Total length $L = 33.0$ cm. Radius $r = 10.0$ cm.
A piston separates the water (left side) from the air (right side). The right side is open to the atmosphere via an orifice, so pressure there is $P_{atm}$.
Equilibrium Condition 1 (Mechanical): “When mass of water equals mass of piston, the cylinder stays horizontal.” This implies the center of mass of the system remains at the fulcrum.
Let $x$ be the position of the piston face measured from the left end of the cylinder.
The water occupies the length $x$. The piston is at $x$.
Mass of water $M_w = \rho A x$.
Mass of piston $M_p = M_w = \rho A x$.
Torque Balance about the Fulcrum ($L/2$):
1. Water: Treat as a point mass at $x/2$. Distance to fulcrum = $\frac{L}{2} – \frac{x}{2}$.
2. Piston: Point mass at $x$. Distance to fulcrum = $x – \frac{L}{2}$.

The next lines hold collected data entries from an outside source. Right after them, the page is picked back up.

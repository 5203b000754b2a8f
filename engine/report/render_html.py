"""The report as one self-contained HTML file: inline SVG plots, a small stylesheet.

Nothing is fetched when the file is opened (no scripts, fonts or images from
elsewhere), so the file can be mailed or archived as it is.  Every piece of text from
the data is escaped with :func:`html.escape`.
"""

from __future__ import annotations

from html import escape
from pathlib import Path

from . import CAUTIONS
from .content import (EMPTY, FORECAST_COLUMNS, HEADINGS, SECTIONS, STATUS_COLUMNS,
                      STATUS_STATE_COLUMN, Column, finding_heading, finding_meta,
                      footer_text, forecast_cells, spectrum_caption, status_cells,
                      title_lines, trend_caption)
from .data import ReportData, validate_report
from .output import Job, atomic_file, check_target
from .plots import figure_svg, spectrum_figure, state_colour, trend_figure

#: Our stylesheet: one readable column, plain tables, plots as wide as the text.
STYLE = """
body { font-family: "DejaVu Sans", Verdana, Arial, sans-serif; color: #1a1a1a;
       max-width: 58rem; margin: 1.5rem auto; padding: 0 1rem; line-height: 1.4;
       font-size: 15px; }
h1 { font-size: 1.6rem; border-bottom: 2px solid #1a1a1a; padding-bottom: .2rem; }
h2 { font-size: 1.2rem; border-bottom: 1px solid #9a9a9a; margin-top: 2rem; }
h3 { font-size: 1rem; margin: 1.2rem 0 .2rem; }
dl.meta { display: grid; grid-template-columns: 7rem 1fr; gap: .1rem .6rem; }
dl.meta dt { font-weight: bold; }
dl.meta dd { margin: 0; }
table { border-collapse: collapse; width: 100%; font-size: .85rem; }
th { background: #e6e6e6; text-align: left; border-bottom: 2px solid #1a1a1a;
     padding: .25rem .4rem; }
td { border-bottom: 1px solid #cfcfcf; padding: .25rem .4rem; vertical-align: top; }
.num { text-align: right; font-variant-numeric: tabular-nums; }
.mid { text-align: center; }
.swatch { display: inline-block; width: .85em; height: .85em; margin-right: .35em;
          border: 1px solid #555; vertical-align: -.1em; }
figure { margin: 1rem 0 1.4rem; }
figure svg { width: 100%; height: auto; }
figcaption { font-size: .8rem; color: #333; }
figcaption p { margin: .1rem 0; }
p.meta-line { font-style: italic; color: #333; font-size: .85rem; margin: 0 0 .3rem; }
p.label { font-weight: bold; margin: .3rem 0 0; }
footer { margin-top: 2.5rem; border-top: 1px solid #9a9a9a; padding-top: .3rem;
         font-size: .8rem; color: #444; }
@media print { body { max-width: none; } figure, tr { break-inside: avoid; } }
""".strip()

_ALIGN = {"left": "", "right": ' class="num"', "center": ' class="mid"'}


def _table(columns: tuple[Column, ...], rows: list[list[str]],
           state_column: int | None = None) -> str:
    out = ["<table>", "<thead><tr>"]
    out += [f'<th scope="col"{_ALIGN[c.align]}>{escape(c.title)}</th>' for c in columns]
    out.append("</tr></thead><tbody>")
    for row in rows:
        cells = []
        for j, (col, text) in enumerate(zip(columns, row)):
            if j == state_column:
                swatch = (f'<span class="swatch" style="background-color:'
                          f'{escape(state_colour(text))}"></span>')
                cells.append(f"<td>{swatch}{escape(text)}</td>")
            else:
                cells.append(f"<td{_ALIGN[col.align]}>{escape(text)}</td>")
        out.append("<tr>" + "".join(cells) + "</tr>")
    out.append("</tbody></table>")
    return "\n".join(out)


def _figure(svg: str, captions: list[str]) -> str:
    caps = "".join(f"<p>{escape(c)}</p>" for c in captions)
    return f"<figure>\n{svg}\n<figcaption>{caps}</figcaption>\n</figure>"


def _section(key: str, data: ReportData, job: Job) -> list[str]:
    """The HTML of one section."""
    h2 = f"<section>\n<h2>{escape(HEADINGS.get(key, ''))}</h2>"
    if key == "title":
        meta = "".join(f"<dt>{escape(k)}</dt><dd>{escape(v)}</dd>"
                       for k, v in title_lines(data))
        return [f"<header>\n<h1>{escape(data.title)}</h1>\n<dl class=\"meta\">{meta}</dl>\n"
                "</header>"]
    out = [h2]
    if key == "cautions":
        out.append("<ul>" + "".join(f"<li>{escape(c)}</li>"
                                    for c in (data.cautions or CAUTIONS)) + "</ul>")
    elif key == "status":
        out.append(_table(STATUS_COLUMNS, [status_cells(r) for r in data.status],
                          STATUS_STATE_COLUMN) if data.status else "")
    elif key == "trends":
        for n, tr in enumerate(data.trends):
            out.append(_figure(figure_svg(trend_figure(tr), f"t{n}-"), trend_caption(tr)))
            job.check()
    elif key == "forecasts":
        out.append(_table(FORECAST_COLUMNS, [forecast_cells(f) for f in data.forecasts])
                   if data.forecasts else "")
    elif key == "spectra":
        for n, sp in enumerate(data.spectra):
            out.append(_figure(figure_svg(spectrum_figure(sp), f"s{n}-"),
                               spectrum_caption(sp)))
            job.check()
    elif key == "findings":
        for item in data.findings:
            heading = finding_heading(item.machine, item.point, item.title)
            out.append(f"<article>\n<h3>{escape(heading)}</h3>")
            out.append(f'<p class="meta-line">'
                       f"{escape(finding_meta(item.severity, item.run_id, item.taken))}</p>")
            if item.evidence:
                out.append('<p class="label">Evidence</p><ul>'
                           + "".join(f"<li>{escape(e)}</li>" for e in item.evidence) + "</ul>")
            out.append(f'<p class="label">Recommendation</p>'
                       f"<p>{escape(item.recommendation)}</p>\n</article>")
    elif key == "notes":
        if data.notes:
            out.append("<ul>" + "".join(f"<li>{escape(n)}</li>" for n in data.notes) + "</ul>")
    empty = {"status": data.status, "trends": data.trends, "forecasts": data.forecasts,
             "spectra": data.spectra, "findings": data.findings, "notes": data.notes}
    if key in empty and not empty[key]:
        out.append(f"<p>{escape(EMPTY[key])}</p>")
    out.append("</section>")
    return [part for part in out if part]


def build_html(data: ReportData, job: Job | None = None) -> str:
    """The whole report as one HTML document (a string).

    Parameters
    ----------
    data : ReportData
        Already validated.
    job : Job, optional
        Progress and cancel; one step per section.
    """
    job = job or Job(Path("report"), len(SECTIONS), None, None)
    body: list[str] = []
    for key, heading in SECTIONS:
        body += _section(key, data, job)
        job.step(heading)
    return "\n".join([
        "<!DOCTYPE html>",
        '<html lang="en">',
        "<head>",
        '<meta charset="utf-8">',
        '<meta name="viewport" content="width=device-width, initial-scale=1">',
        '<meta name="generator" content="Shaftwatch">',
        f"<title>{escape(data.title)} \u2014 {escape(data.plant)}</title>",
        f"<style>\n{STYLE}\n</style>",
        "</head>",
        "<body>",
        "<main>",
        *body,
        "</main>",
        f"<footer>{escape(footer_text(data))}</footer>",
        "</body>",
        "</html>",
        "",
    ])


def render_html(data: ReportData, path, *, progress=None, cancel=None) -> Path:
    """Write the report as one self-contained HTML file (UTF-8, plots as inline SVG).

    Parameters
    ----------
    data : ReportData
    path : str or os.PathLike
        Target, ending ``.html``; its folder must exist.  An existing file is replaced
        only when the new report is complete.
    progress : callable(done, total, text), optional, keyword-only
        Called after each section and once the file is written (``done == total``).
    cancel : callable returning bool, or object with ``is_set()``, optional
        Checked before each section and each plot.

    Returns
    -------
    pathlib.Path
        ``path``.

    Raises
    ------
    InputError
        Wrong suffix, missing folder, or malformed data (message names path or field).
    ReportCancelled
        When cancelled; the partial file is deleted.
    """
    target = check_target(path, ".html")
    validate_report(data)
    job = Job(target, len(SECTIONS) + 1, progress, cancel)
    job.check()
    with atomic_file(target) as tmp:
        tmp.write_text(build_html(data, job), encoding="utf-8")
    job.finish("HTML written")
    return target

(The cylinder mass is uniform and centered at the fulcrum, so it creates no torque).
$$ \tau_{water} = \tau_{piston} $$ $$ M_w g \left( \frac{L-x}{2} \right) = M_p g \left( x – \frac{L}{2} \right) $$ Since $M_w = M_p$: $$ \frac{L-x}{2} = \frac{2x – L}{2} $$ $$ L – x = 2x – L \implies 3x = 2L $$ $$ x = \frac{2}{3} L = \frac{2}{3}(33.0) = 22.0 \text{ cm} $$
The piston is in equilibrium. The forces acting on it are:
- Fluid Force (Right): $F_{fluid} = P_{center} A$.
The pressure at the center of the cylinder (axis) is determined by the height of the water column relative to the axis.
Total height of water column from axis = $r$ (cylinder radius) + $h$ (tube height).
$P_{gauge} = \rho g (h + r)$.
$F_{fluid} = \rho g (h+r) A$. - Spring Force (left): The spring is compressed.
Relaxed length $l_0 = 15.0$ cm.
Current space for spring = Total Length ($L$) – Piston Position ($x$).
$L_{spring} = 33.0 – 22.0 = 11.0$ cm.
Compression $\Delta x = l_0 – L_{spring} = 15.0 – 11.0 = 4.0$ cm $= 0.04$ m.
Spring Force $F_s = k \Delta x = 400\pi (0.04) = 16\pi$ N.